Then there was Jim Greer, in his A Year In The Life of Rock 'n' Roll column, closing out a long musing on the recently departed Kurt Cobain with this: "I listen a lot these days to 'Exit Flagger' by Guided By Voices, an amazing song written by 37-year-old schoolteacher Robert Pollard in the middle of nowhere, where I live too, like most people, without a whole lot to go on. I quoted part of the lyrics at the beginning of this piece because however Pollard intended the song, it's come to mean a lot more to me since Cobain's death. The song's lyrics end on a tag line after the chorus, which I have never been able to decipher properly. Just before the guitars begin their quick, cathartic crescendo to the fadeout, Pollard can be heard singing either 'Promise to lead you,' or 'Promise to leave you.' Or maybe both. So far it's the closest thing I've come across to a clue in all this mess."

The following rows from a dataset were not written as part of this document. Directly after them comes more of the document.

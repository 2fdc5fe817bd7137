import { openDB, type DBSchema, type IDBPDatabase } from 'idb';
import type { CrsInfo, SurveyReadout } from '../../lib/io/types.js';
import type { TallyOptions } from '../../lib/options.js';
import type { Grid } from '../../lib/raster/grid.js';
import type { CrownOutlines, SurveySummary, TreeTable } from '../../lib/trees/table.js';
import type { AreaOfInterest, DemoKind } from '../../lib/worker/protocol.js';

/**
 * The device store: one IndexedDB database, one store per kind of thing, so
 * listing projects never loads a CHM. Every multi-store write is one
 * transaction: if any part fails (quota, clone error) the whole write rolls
 * back and what was stored before stays as it was.
 */

export const DB_NAME = 'crowntally-field';
/** Version 1 kept outlines inside the tree record; version 2 moved them to their own store. */
export const DB_VERSION = 2;

export interface ProjectRecord {
  id: string;
  name: string;
  createdAt: number;
  updatedAt: number;
  source: { kind: 'files'; names: string[]; sizes: number[] } | { kind: 'demo'; demo: DemoKind };
  /** "EPSG:NNNN" typed by the user for files without a CRS. */
  crs?: string;
  options: Partial<TallyOptions>;
  /** The area the runs are limited to (a drawn rectangle or an imported boundary); absent = whole survey. */
  aoi?: AreaOfInterest;
  readouts?: SurveyReadout[];
  /**
   * 'complete' once every record the project needs is stored; written last
   * in the transaction that stores them. A record without it (older
   * versions) counts as complete; `incompleteIds` also checks the parts.
   */
  status?: 'complete' | 'incomplete';
  /** Set once a run has been stored. */
  run?: {
    at: number;
    treeCount: number;
    summary: SurveySummary;
    warnings: string[];
    crs: CrsInfo;
    usedOptions: TallyOptions & { cellSizeM: number };
  };
}

/** The tree table without its outlines (those live in their own store). */
export type StoredTrees = Omit<TreeTable, 'outlines'>;

export type RasterKind = 'chm' | 'dtm' | 'labels';

export interface RasterRecord {
  projectId: string;
  kind: RasterKind;
  grid: Grid<Float32Array> | Grid<Int32Array>;
}

/**
 * A user correction, anchored by position so it can be put back on the
 * right tree after reprocessing. `key` is stable for the life of the edit.
 */
export interface EditRecord {
  projectId: string;
  key: string;
  /** Anchor: treetop position (CRS units) of the tree the edit was made on. */
  x: number;
  y: number;
  /** tree_id in the run the edit was last attached to. */
  treeId: number;
  deleted?: boolean;
  added?: boolean;
  /** Key of the edit of the tree this crown was merged into. */
  mergedInto?: string;
  note?: string;
  species?: string;
  condition?: string;
  updatedAt: number;
}

export interface FileRecord { projectId: string; index: number; name: string; blob: Blob }

export interface FieldDB extends DBSchema {
  projects: { key: string; value: ProjectRecord; indexes: { byUpdated: number } };
  files: { key: [string, number]; value: FileRecord; indexes: { byProject: string } };
  trees: { key: string; value: { projectId: string; trees: StoredTrees } };
  outlines: { key: string; value: { projectId: string; outlines: CrownOutlines } };
  rasters: { key: [string, RasterKind]; value: RasterRecord; indexes: { byProject: string } };
  edits: { key: [string, string]; value: EditRecord; indexes: { byProject: string } };
}

export class StoreError extends Error {
  readonly code: 'QUOTA' | 'WRITE_FAILED' | 'NOT_FOUND';
  constructor(code: StoreError['code'], message: string) {
    super(message);
    this.name = 'StoreError';
    this.code = code;
  }
}

/** Bytes of source files per project, largest first: what deleting each would free at least. */
function largest(projects: ProjectRecord[]): string {
  const sized = projects.map((p) => ({ name: p.name, size: p.source.kind === 'files' ? p.source.sizes.reduce((a, b) => a + b, 0) : 0 }))
    .sort((a, b) => b.size - a.size).slice(0, 3);
  if (!sized.length) return 'there are no surveys stored to delete; free space on the device';
  return `delete a survey you no longer need (largest first: ${sized.map((x) => `"${x.name}" ${mb(x.size)}`).join(', ')}) or free space on the device`;
}

function mb(n: number): string {
  return `${(n / 1048576).toFixed(n < 10 * 1048576 ? 1 : 0)} MB`;
}

/** Storage use as the browser reports it, for the quota message. */
async function usageText(): Promise<string> {
  try {
    const est = await globalThis.navigator?.storage?.estimate?.();
    if (est && Number.isFinite(est.usage) && Number.isFinite(est.quota)) return `this app uses ${mb(est.usage!)} of about ${mb(est.quota!)} the browser allows it`;
  } catch { /* the estimate is a courtesy */ }
  return 'the browser does not say how much this app uses';
}

function isQuota(e: unknown): boolean {
  const err = e as { name?: string; inner?: { name?: string } } | null;
  return err?.name === 'QuotaExceededError' || err?.inner?.name === 'QuotaExceededError';
}

/**
 * Opens (and upgrades) the database. All schema changes live in this one
 * upgrade function, step by step from the version found on the device.
 */
export async function openStore(name = DB_NAME): Promise<FieldStore> {
  const db = await openDB<FieldDB>(name, DB_VERSION, {
    async upgrade(db, oldVersion, _newVersion, tx) {
      if (oldVersion < 1) {
        const p = db.createObjectStore('projects', { keyPath: 'id' });
        p.createIndex('byUpdated', 'updatedAt');
        const f = db.createObjectStore('files', { keyPath: ['projectId', 'index'] });
        f.createIndex('byProject', 'projectId');
        db.createObjectStore('trees', { keyPath: 'projectId' });
        const r = db.createObjectStore('rasters', { keyPath: ['projectId', 'kind'] });
        r.createIndex('byProject', 'projectId');
        const e = db.createObjectStore('edits', { keyPath: ['projectId', 'key'] });
        e.createIndex('byProject', 'projectId');
      }
      if (oldVersion < 2) {
        db.createObjectStore('outlines', { keyPath: 'projectId' });
        if (oldVersion >= 1) {
          // Version 1 kept outlines inside the tree record: move them out so a tree list loads without polygons.
          const trees = tx.objectStore('trees');
          const outlines = tx.objectStore('outlines');
          let cur = await trees.openCursor();
          while (cur) {
            const v = cur.value as { projectId: string; trees: StoredTrees & { outlines?: CrownOutlines } };
            if (v.trees.outlines) {
              await outlines.put({ projectId: v.projectId, outlines: v.trees.outlines });
              const { outlines: _o, ...rest } = v.trees;
              await cur.update({ projectId: v.projectId, trees: rest });
            }
            cur = await cur.continue();
          }
        }
      }
    },
  });
  return new FieldStore(db);
}

export interface StoredRun {
  trees: StoredTrees;
  outlines: CrownOutlines;
  chm: Grid<Float32Array>;
  dtm: Grid<Float32Array>;
  labels: Grid<Int32Array>;
}

/**
 * Runs the writes of one transaction and aborts it on any failure. A request
 * that throws synchronously (a value that cannot be cloned) does not abort
 * the transaction by itself: requests already queued would still commit.
 */
async function allOrNothing(tx: { abort(): void; done: Promise<void> }, writes: Array<() => Promise<unknown>>): Promise<void> {
  const done = tx.done;
  done.catch(() => undefined); // observed below; keeps an abort from surfacing as an unhandled rejection
  const pending: Promise<unknown>[] = [];
  try {
    for (const w of writes) pending.push(w());
    await Promise.all([...pending, done]);
  } catch (e) {
    try { tx.abort(); } catch { /* already finished or aborted */ }
    for (const p of pending) p.catch(() => undefined);
    throw e;
  }
}

function newId(): string {
  const a = new Uint8Array(8);
  crypto.getRandomValues(a);
  return Array.from(a, (b) => b.toString(16).padStart(2, '0')).join('');
}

Oddly, Greer would've been able to ask Pollard what those lyrics were very soon; the writer joined GBV as bassist sometime in the summer of '94. He was also engaged to Kim Deal! Jim was leading some kind of indie rock charmed life, it seemed (of course, him and Kim never got married and he didn't last all that long with Pollard and co., but hey).
And what about me?! Well, after reading all of this and more, I finally came across a copy of Bee Thousand that fall at Go-Boy Records in Redondo Beach and took a chance — I don't think I'd heard a note of Guided By Voices yet. And though I was confused at first when I dropped the needle on that bright-red vinyl, by the end I was more or less head over heels. It's hard to re-create in my mind the weird, mysterious beauty of hearing that LP for the first few times, trying to figure out what was going on, but I know it unlocked something. Parallel lines on a slow decline, the story of our lives.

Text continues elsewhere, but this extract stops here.